Exercise brief: Please quote exactly the opening lines of the data, from the first line to the one where "export const presentOf" appears.

────────────────────

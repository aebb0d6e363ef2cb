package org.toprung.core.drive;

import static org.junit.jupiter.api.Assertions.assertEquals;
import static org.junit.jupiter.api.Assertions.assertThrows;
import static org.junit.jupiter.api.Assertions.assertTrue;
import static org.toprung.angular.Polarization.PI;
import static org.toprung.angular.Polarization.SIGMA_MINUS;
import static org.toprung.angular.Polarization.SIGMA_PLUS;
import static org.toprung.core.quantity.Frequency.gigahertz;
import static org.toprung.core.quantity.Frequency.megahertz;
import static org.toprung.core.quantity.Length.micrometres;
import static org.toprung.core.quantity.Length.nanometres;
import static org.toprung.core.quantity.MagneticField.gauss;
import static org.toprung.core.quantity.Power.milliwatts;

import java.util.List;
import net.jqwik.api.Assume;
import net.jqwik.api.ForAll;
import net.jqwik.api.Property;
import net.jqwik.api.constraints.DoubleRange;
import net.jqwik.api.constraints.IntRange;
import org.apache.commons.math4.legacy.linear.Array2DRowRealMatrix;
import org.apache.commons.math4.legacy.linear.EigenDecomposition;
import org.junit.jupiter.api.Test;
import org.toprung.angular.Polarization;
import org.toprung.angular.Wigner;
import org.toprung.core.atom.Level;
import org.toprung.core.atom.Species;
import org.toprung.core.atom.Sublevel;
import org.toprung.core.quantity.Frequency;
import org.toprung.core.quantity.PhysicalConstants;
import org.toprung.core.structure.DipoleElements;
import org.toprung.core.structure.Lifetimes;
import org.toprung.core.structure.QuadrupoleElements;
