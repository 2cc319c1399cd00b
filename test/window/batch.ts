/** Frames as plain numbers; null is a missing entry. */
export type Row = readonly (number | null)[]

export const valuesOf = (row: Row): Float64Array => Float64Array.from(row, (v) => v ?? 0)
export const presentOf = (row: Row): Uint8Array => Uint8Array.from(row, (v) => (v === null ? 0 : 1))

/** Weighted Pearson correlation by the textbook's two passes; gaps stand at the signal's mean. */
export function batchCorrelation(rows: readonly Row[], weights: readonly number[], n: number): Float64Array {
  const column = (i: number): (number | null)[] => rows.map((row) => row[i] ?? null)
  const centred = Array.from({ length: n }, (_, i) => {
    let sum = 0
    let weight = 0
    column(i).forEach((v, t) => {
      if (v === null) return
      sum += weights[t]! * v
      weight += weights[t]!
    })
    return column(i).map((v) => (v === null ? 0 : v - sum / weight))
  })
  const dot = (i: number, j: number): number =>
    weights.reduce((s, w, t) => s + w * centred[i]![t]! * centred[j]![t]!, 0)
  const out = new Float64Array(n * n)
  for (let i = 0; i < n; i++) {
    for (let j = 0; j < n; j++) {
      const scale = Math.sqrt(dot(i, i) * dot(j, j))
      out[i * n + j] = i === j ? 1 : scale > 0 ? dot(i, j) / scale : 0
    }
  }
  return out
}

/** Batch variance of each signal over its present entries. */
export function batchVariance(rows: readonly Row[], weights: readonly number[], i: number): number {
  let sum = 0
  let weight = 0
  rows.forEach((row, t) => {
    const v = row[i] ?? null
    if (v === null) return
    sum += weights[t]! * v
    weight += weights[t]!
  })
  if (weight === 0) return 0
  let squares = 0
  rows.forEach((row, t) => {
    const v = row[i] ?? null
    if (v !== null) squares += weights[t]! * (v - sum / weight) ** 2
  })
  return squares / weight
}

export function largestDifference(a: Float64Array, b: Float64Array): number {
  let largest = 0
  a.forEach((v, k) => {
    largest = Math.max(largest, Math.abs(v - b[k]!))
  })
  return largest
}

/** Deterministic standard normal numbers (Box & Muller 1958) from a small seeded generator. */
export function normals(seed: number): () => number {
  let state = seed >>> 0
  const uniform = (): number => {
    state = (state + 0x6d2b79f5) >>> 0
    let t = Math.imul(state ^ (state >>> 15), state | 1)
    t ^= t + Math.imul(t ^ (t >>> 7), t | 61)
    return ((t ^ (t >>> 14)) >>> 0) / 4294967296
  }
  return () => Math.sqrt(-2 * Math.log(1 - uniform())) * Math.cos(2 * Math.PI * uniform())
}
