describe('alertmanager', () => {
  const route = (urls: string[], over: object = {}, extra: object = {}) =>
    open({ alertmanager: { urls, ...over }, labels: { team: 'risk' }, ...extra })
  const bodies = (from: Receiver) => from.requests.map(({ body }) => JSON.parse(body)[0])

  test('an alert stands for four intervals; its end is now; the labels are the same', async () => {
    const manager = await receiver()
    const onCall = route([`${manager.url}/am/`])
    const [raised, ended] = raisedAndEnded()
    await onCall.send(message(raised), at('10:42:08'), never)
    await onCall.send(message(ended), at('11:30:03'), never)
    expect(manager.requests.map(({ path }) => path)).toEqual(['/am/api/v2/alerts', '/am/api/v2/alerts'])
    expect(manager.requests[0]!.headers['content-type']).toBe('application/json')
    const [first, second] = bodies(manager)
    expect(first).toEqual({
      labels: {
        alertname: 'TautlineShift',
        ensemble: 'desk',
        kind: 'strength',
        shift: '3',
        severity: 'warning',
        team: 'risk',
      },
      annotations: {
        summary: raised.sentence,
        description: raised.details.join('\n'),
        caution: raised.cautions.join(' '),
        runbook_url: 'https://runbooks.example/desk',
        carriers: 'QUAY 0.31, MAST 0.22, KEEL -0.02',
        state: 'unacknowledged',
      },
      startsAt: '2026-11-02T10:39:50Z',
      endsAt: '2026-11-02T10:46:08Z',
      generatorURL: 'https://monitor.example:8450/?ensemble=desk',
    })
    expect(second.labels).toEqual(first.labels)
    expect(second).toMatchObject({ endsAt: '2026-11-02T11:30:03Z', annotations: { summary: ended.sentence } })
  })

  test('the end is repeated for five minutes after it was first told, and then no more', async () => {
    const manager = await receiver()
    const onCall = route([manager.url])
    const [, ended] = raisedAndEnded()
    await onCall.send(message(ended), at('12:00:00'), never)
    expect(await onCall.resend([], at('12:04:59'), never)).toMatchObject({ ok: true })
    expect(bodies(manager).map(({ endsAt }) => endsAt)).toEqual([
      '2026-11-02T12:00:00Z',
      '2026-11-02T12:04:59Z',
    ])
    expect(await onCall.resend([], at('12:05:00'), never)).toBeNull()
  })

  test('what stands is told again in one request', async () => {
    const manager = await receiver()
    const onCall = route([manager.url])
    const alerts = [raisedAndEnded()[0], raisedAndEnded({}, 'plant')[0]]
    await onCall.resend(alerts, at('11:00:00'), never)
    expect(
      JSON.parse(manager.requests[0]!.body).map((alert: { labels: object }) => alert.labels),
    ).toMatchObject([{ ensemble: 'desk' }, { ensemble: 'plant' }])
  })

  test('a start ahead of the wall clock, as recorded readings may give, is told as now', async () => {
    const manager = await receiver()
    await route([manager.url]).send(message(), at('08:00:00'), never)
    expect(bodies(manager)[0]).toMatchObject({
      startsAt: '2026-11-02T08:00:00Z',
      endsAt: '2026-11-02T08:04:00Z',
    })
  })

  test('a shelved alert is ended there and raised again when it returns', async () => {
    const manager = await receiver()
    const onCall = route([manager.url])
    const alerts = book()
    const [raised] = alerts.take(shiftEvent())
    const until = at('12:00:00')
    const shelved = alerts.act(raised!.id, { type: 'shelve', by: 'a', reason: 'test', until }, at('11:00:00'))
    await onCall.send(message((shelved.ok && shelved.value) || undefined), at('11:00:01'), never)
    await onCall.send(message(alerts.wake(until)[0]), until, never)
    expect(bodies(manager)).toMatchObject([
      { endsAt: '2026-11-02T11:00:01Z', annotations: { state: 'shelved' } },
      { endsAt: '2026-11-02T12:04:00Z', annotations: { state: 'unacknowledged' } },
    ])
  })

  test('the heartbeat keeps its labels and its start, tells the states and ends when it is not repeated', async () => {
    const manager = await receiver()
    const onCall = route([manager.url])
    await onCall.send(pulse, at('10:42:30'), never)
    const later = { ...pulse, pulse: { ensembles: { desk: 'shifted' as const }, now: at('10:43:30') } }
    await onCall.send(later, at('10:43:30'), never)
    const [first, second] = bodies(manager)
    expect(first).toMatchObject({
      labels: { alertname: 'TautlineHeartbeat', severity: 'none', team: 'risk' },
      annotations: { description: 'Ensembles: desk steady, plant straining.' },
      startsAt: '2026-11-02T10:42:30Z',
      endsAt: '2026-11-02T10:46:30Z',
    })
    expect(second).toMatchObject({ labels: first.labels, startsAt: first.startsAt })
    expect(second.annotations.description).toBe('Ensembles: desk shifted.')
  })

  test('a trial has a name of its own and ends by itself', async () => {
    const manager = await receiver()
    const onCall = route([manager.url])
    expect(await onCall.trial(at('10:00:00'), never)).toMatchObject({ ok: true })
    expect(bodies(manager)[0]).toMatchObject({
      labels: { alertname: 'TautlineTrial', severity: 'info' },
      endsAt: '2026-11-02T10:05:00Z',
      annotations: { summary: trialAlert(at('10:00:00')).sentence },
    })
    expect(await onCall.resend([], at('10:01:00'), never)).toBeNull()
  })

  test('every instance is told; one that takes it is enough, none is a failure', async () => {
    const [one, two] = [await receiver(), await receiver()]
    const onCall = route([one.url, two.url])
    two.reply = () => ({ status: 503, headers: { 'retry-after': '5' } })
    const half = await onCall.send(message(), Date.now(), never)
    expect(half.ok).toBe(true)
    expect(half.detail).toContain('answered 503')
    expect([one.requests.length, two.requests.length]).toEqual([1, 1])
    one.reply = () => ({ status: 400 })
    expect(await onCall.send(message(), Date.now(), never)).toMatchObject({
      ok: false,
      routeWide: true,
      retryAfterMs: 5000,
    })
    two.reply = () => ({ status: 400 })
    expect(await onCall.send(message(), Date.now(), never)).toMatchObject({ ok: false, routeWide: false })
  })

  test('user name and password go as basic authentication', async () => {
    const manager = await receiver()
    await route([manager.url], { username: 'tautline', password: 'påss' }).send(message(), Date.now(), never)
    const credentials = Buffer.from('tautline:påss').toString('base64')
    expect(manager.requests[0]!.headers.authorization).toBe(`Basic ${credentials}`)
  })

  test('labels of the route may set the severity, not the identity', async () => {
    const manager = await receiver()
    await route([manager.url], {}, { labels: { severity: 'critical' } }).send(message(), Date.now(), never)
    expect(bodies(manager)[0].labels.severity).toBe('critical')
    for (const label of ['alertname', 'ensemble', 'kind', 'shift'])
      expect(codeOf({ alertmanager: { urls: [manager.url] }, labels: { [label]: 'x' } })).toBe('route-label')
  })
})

────────────────────

Response:
repository aebb0d6e363ef2cb
package org.toprung.core.drive;

import static org.junit.jupiter.api.Assertions.assertEquals;
import static org.junit.jupiter.api.Assertions.assertThrows;
import static org.junit.jupiter.api.Assertions.assertTrue;
import static org.toprung.angular.Polarization.PI;
import static org.toprung.angular.Polarization.SIGMA_MINUS;
import static org.toprung.angular.Polarization.SIGMA_PLUS;
import static org.toprung.core.quantity.Frequency.gigahertz;
import static org.toprung.core.quantity.Frequency.megahertz;
import static org.toprung.core.quantity.Length.micrometres;
import static org.toprung.core.quantity.Length.nanometres;
import static org.toprung.core.quantity.MagneticField.gauss;
import static org.toprung.core.quantity.Power.milliwatts;

import java.util.List;
import net.jqwik.api.Assume;
import net.jqwik.api.ForAll;
import net.jqwik.api.Property;
import net.jqwik.api.constraints.DoubleRange;
import net.jqwik.api.constraints.IntRange;
import org.apache.commons.math4.legacy.linear.Array2DRowRealMatrix;
import org.apache.commons.math4.legacy.linear.EigenDecomposition;
import org.junit.jupiter.api.Test;
import org.toprung.angular.Polarization;
import org.toprung.angular.Wigner;
import org.toprung.core.atom.Level;
import org.toprung.core.atom.Species;
import org.toprung.core.atom.Sublevel;
import org.toprung.core.quantity.Frequency;
import org.toprung.core.quantity.PhysicalConstants;
import org.toprung.core.structure.DipoleElements;
import org.toprung.core.structure.Lifetimes;
import org.toprung.core.structure.QuadrupoleElements;
repository 2cc319c1399cd00b
filename test/window/batch.ts
/** Frames as plain numbers; null is a missing entry. */
export type Row = readonly (number | null)[]

export const valuesOf = (row: Row): Float64Array => Float64Array.from(row, (v) => v ?? 0)
export const presentOf = (row: Row): Uint8Array => Uint8Array.from(row, (v) => (v === null ? 0 : 1))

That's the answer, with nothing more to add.